Jurgen, is that the case?

Yup. In fact, Reign of Fire was presented as a crossover between GURPS Reign of Steel and GURPS Cabal, a game revolving around a vast magical conspiracy which IMO is Bloody Brilliant (as well as it should be - after all, Ken "Suppressed Transmission" Hite wrote it). It uses the basic geography, poltics, and timeline from Reign of Steel, and the magical weirdness from Cabal - but the article is pretty much "complete" and could actually be run without either of these two books...

(Mmm... Reign of Steel. I soo want to run that some time. I had a bunch of fun ideas about doing an Arthurian game, where the Zone London AI discovered Arthur's cave in England, and that's what it was 'thinking' about.)

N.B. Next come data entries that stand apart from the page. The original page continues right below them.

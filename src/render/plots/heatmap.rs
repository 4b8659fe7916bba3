//! Figure 3: the correlation matrix of one run's filtered design.

use plotters::coord::types::RangedCoordf64;
use plotters::prelude::*;
use plotters::style::text_anchor::{HPos, VPos};

use super::palette::{COLD, INK, MIST, STONE, WARM};
use super::{Area, Drawn, anchored, draw_svg, failed, label_width, text};
use crate::render::numbers::correlation_cell;
use crate::report::Report;
use crate::report::RunReport;

/// The participant with the highest worst VIF, and the run it came from. Participants
/// with an undefined VIF only come first when nobody has a defined one.
pub fn worst_run(report: &Report) -> Option<&RunReport> {
    let worst = report
        .subjects
        .iter()
        .filter(|s| s.worst_vif.is_some_and(f64::is_finite))
        .max_by(|a, b| {
            let (va, vb) = (a.worst_vif.unwrap_or(0.0), b.worst_vif.unwrap_or(0.0));
            va.total_cmp(&vb)
        })
        .or_else(|| report.subjects.iter().max_by_key(|s| s.status));
    let Some(worst) = worst else {
        return report.runs.first();
    };
    let of_subject = |r: &&RunReport| r.subject == worst.subject;
    report
        .runs
        .iter()
        .filter(of_subject)
        .find(|r| Some(&r.run) == worst.worst_run.as_ref())
        .or_else(|| report.runs.iter().find(of_subject))
}

/// Linear blend of two colours, `t` in [0, 1].
fn blend(from: RGBColor, to: RGBColor, t: f64) -> RGBColor {
    let t = t.clamp(0.0, 1.0);
    let mix = |a: u8, b: u8| (a as f64 + (b as f64 - a as f64) * t).round() as u8;
    RGBColor(mix(from.0, to.0), mix(from.1, to.1), mix(from.2, to.2))
}

/// The diverging scale: −1 slate blue, 0 white, +1 amber.
pub fn diverging(r: f64) -> RGBColor {
    if r < 0.0 {
        blend(WHITE, COLD, -r)
    } else {
        blend(WHITE, WARM, r)
    }
}

/// Dark cells take white text.
fn needs_light_text(fill: RGBColor) -> bool {
    0.299 * fill.0 as f64 + 0.587 * fill.1 as f64 + 0.114 * (fill.2 as f64) < 140.0
}

pub fn correlation_map(run: &RunReport) -> Result<String, String> {
    let names: Vec<&str> = run
        .regressors
        .iter()
        .map(|e| e.regressor.name.as_str())
        .collect();
    let n = names.len();
    if n == 0 {
        return Err("the run has no regressors".to_string());
    }
    let cell = (640 / n as u32).clamp(18, 64);
    let value_px = (cell as f64 * 0.3).clamp(8.0, 13.0);
    let names_px = 12.0;
    let label = names
        .iter()
        .map(|name| label_width(name, names_px))
        .max()
        .unwrap_or(40)
        .clamp(40, 320)
        + 12;
    let (scale_width, margin) = (90u32, 10u32);
    let side = cell * n as u32;
    let width = label + side + scale_width + 2 * margin;
    let height = side + label + 2 * margin;

    draw_svg((width, height), |root| {
        let (matrix_area, scale_area) = root.split_horizontally(width - scale_width);
        let mut chart = ChartBuilder::on(&matrix_area)
            .margin(margin)
            .x_label_area_size(label)
            .y_label_area_size(label)
            .build_cartesian_2d(0.0..n as f64, 0.0..n as f64)
            .map_err(failed)?;
        chart
            .configure_mesh()
            .disable_mesh()
            .x_labels(0)
            .y_labels(0)
            .axis_style(INK)
            .draw()
            .map_err(failed)?;

        let values_style = |fill| anchored(text(value_px), HPos::Center, VPos::Center).color(fill);
        for (row, values) in names
            .iter()
            .enumerate()
            .map(|(i, _)| (i, run.correlation.get(i)))
        {
            // Row 0 at the top.
            let (top, bottom) = ((n - row) as f64, (n - row - 1) as f64);
            for column in 0..n {
                let (left, right) = (column as f64, column as f64 + 1.0);
                let value = values
                    .and_then(|v| v.get(column).copied().flatten())
                    .filter(|r| r.is_finite());
                let fill = value.map_or(MIST, diverging);
                let rectangle = Rectangle::new([(left, top), (right, bottom)], fill.filled());
                chart
                    .draw_series(std::iter::once(rectangle))
                    .map_err(failed)?;
                let centre = chart.backend_coord(&(left + 0.5, bottom + 0.5));
                match value {
                    Some(r) => {
                        let style = if needs_light_text(fill) {
                            values_style(&WHITE)
                        } else {
                            values_style(&INK)
                        };
                        root.draw_text(&correlation_cell(r, row == column), &style, centre)
                            .map_err(failed)?
                    }
                    None => {
                        draw_hatch(&mut chart, left, bottom)?;
                        root.draw_text("n/a", &values_style(&INK), centre)
                            .map_err(failed)?
                    }
                }
            }
        }
        let grid = (0..=n).flat_map(|k| {
            let k = k as f64;
            [
                PathElement::new(vec![(k, 0.0), (k, n as f64)], WHITE.stroke_width(1)),
                PathElement::new(vec![(0.0, k), (n as f64, k)], WHITE.stroke_width(1)),
            ]
        });
        chart.draw_series(grid).map_err(failed)?;

        let left_style = anchored(text(names_px), HPos::Right, VPos::Center);
        let bottom_style =
            anchored(text(names_px), HPos::Right, VPos::Center).transform(FontTransform::Rotate270);
        for (index, name) in names.iter().enumerate() {
            let (x, y) = chart.backend_coord(&(0.0, (n - index) as f64 - 0.5));
            root.draw_text(name, &left_style, (x - 6, y))
                .map_err(failed)?;
            let (x, y) = chart.backend_coord(&(index as f64 + 0.5, 0.0));
            root.draw_text(name, &bottom_style, (x, y + 6))
                .map_err(failed)?;
        }
        draw_colour_scale(&scale_area, margin, side)
    })
}

/// Diagonal lines across a cell without a value, so that "missing" does not depend on
/// telling grey from a pale colour.
fn draw_hatch<DB: DrawingBackend>(
    chart: &mut ChartContext<DB, Cartesian2d<RangedCoordf64, RangedCoordf64>>,
    left: f64,
    bottom: f64,
) -> Drawn {
    let lines = [0.25, 0.5, 0.75, 1.0, 1.25, 1.5, 1.75].map(|k: f64| {
        let start = if k <= 1.0 {
            (left, bottom + k)
        } else {
            (left + k - 1.0, bottom + 1.0)
        };
        let end = if k <= 1.0 {
            (left + k, bottom)
        } else {
            (left + 1.0, bottom + k - 1.0)
        };
        PathElement::new(vec![start, end], STONE.stroke_width(1))
    });
    chart
        .draw_series(lines)
        .map_err(|e| failed(e.to_string()))?;
    Ok(())
}

fn draw_colour_scale(area: &Area, margin: u32, side: u32) -> Drawn {
    let mut chart = ChartBuilder::on(area)
        .margin_top(margin)
        .margin_bottom(area.dim_in_pixel().1.saturating_sub(margin + side.max(120)))
        .margin_left(12)
        .y_label_area_size(0)
        .right_y_label_area_size(44)
        .build_cartesian_2d(0.0..1.0, -1.0..1.0)
        .map_err(failed)?;
    chart
        .configure_mesh()
        .disable_mesh()
        .disable_x_axis()
        .y_labels(5)
        .y_label_formatter(&|v| format!("{v:.1}").replace('-', "\u{2212}"))
        .label_style(text(12.0))
        .axis_style(INK)
        .draw()
        .map_err(failed)?;
    let steps = 80;
    let bands = (0..steps).map(|k| {
        let from = -1.0 + 2.0 * k as f64 / steps as f64;
        let to = from + 2.0 / steps as f64;
        Rectangle::new(
            [(0.0, from), (1.0, to)],
            diverging((from + to) / 2.0).filled(),
        )
    });
    chart.draw_series(bands).map_err(failed)?;
    chart
        .draw_series(std::iter::once(Rectangle::new(
            [(0.0, -1.0), (1.0, 1.0)],
            INK.stroke_width(1),
        )))
        .map_err(failed)?;
    Ok(())
}

#[cfg(test)]
mod tests {
    use super::*;

    #[test]
    fn diverging_scale_is_white_in_the_middle_and_darker_below() {
        assert_eq!(diverging(0.0), WHITE);
        assert_eq!(diverging(-1.0), COLD);
        assert_eq!(diverging(1.0), WARM);
        let luma = |c: RGBColor| 0.299 * c.0 as f64 + 0.587 * c.1 as f64 + 0.114 * c.2 as f64;
        assert!(luma(COLD) + 60.0 < luma(WARM));
    }

    #[test]
    fn near_copies_are_not_shown_as_exact() {
        assert_eq!(correlation_cell(1.0, true), "1");
        assert_eq!(correlation_cell(0.998, false), ".998");
        assert_eq!(correlation_cell(0.99981, false), ".9998");
        assert_eq!(correlation_cell(-0.35, false), "\u{2212}.35");
        assert_eq!(correlation_cell(-0.001, false), ".00");
    }

    #[test]
    fn cells_without_a_value_are_hatched_and_marked() {
        let report = match crate::demo::check_demo(Default::default()) {
            Ok(report) => report,
            Err(error) => panic!("the demo study should check: {error}"),
        };
        let Some(run) = worst_run(&report) else {
            panic!("the demo has runs");
        };
        let mut run = run.clone();
        for row in &mut run.correlation {
            row[2] = None;
        }
        run.correlation[2] = vec![None; run.regressors.len()];
        let svg = match correlation_map(&run) {
            Ok(svg) => svg,
            Err(reason) => panic!("the map should draw: {reason}"),
        };
        assert!(svg.contains("n/a"));
        assert!(svg.starts_with("<svg"));
    }
}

As much as I liked Reign of Steel, I like Reign of Fire even more. After all, in Reign of Steel your opponents will be mostly subunit robots. In Reign of Fire, on the otherhand, your opponents could be anything you can steal from other fantasy settings... Free-willed enemies are cooler enemies, in my book. Plus, more magic in a setting is always a good thing in my view...
 

Continuing the ever-interesting THREAD HIJACK!

I would actually use some supernatural stuff were I to do a Reign of Steel game. However, it would mostly be the domain of the humans. The PCs would play the part of reincarnated versions of Arthur's knights, trying to figure out why they're suddenly getting flashes of ancient Britain. A few would likely develop supernatural abilities. From the side of the AIs, Brisbane would have some supernatural abilities, as the 'mad scientist' AI, and London would be experimenting with stuff, as it discovered magic via Arthur's cave.

This Reign of Fire thing does sound interesting, though. Sort of a Rifts-esque take on the same idea.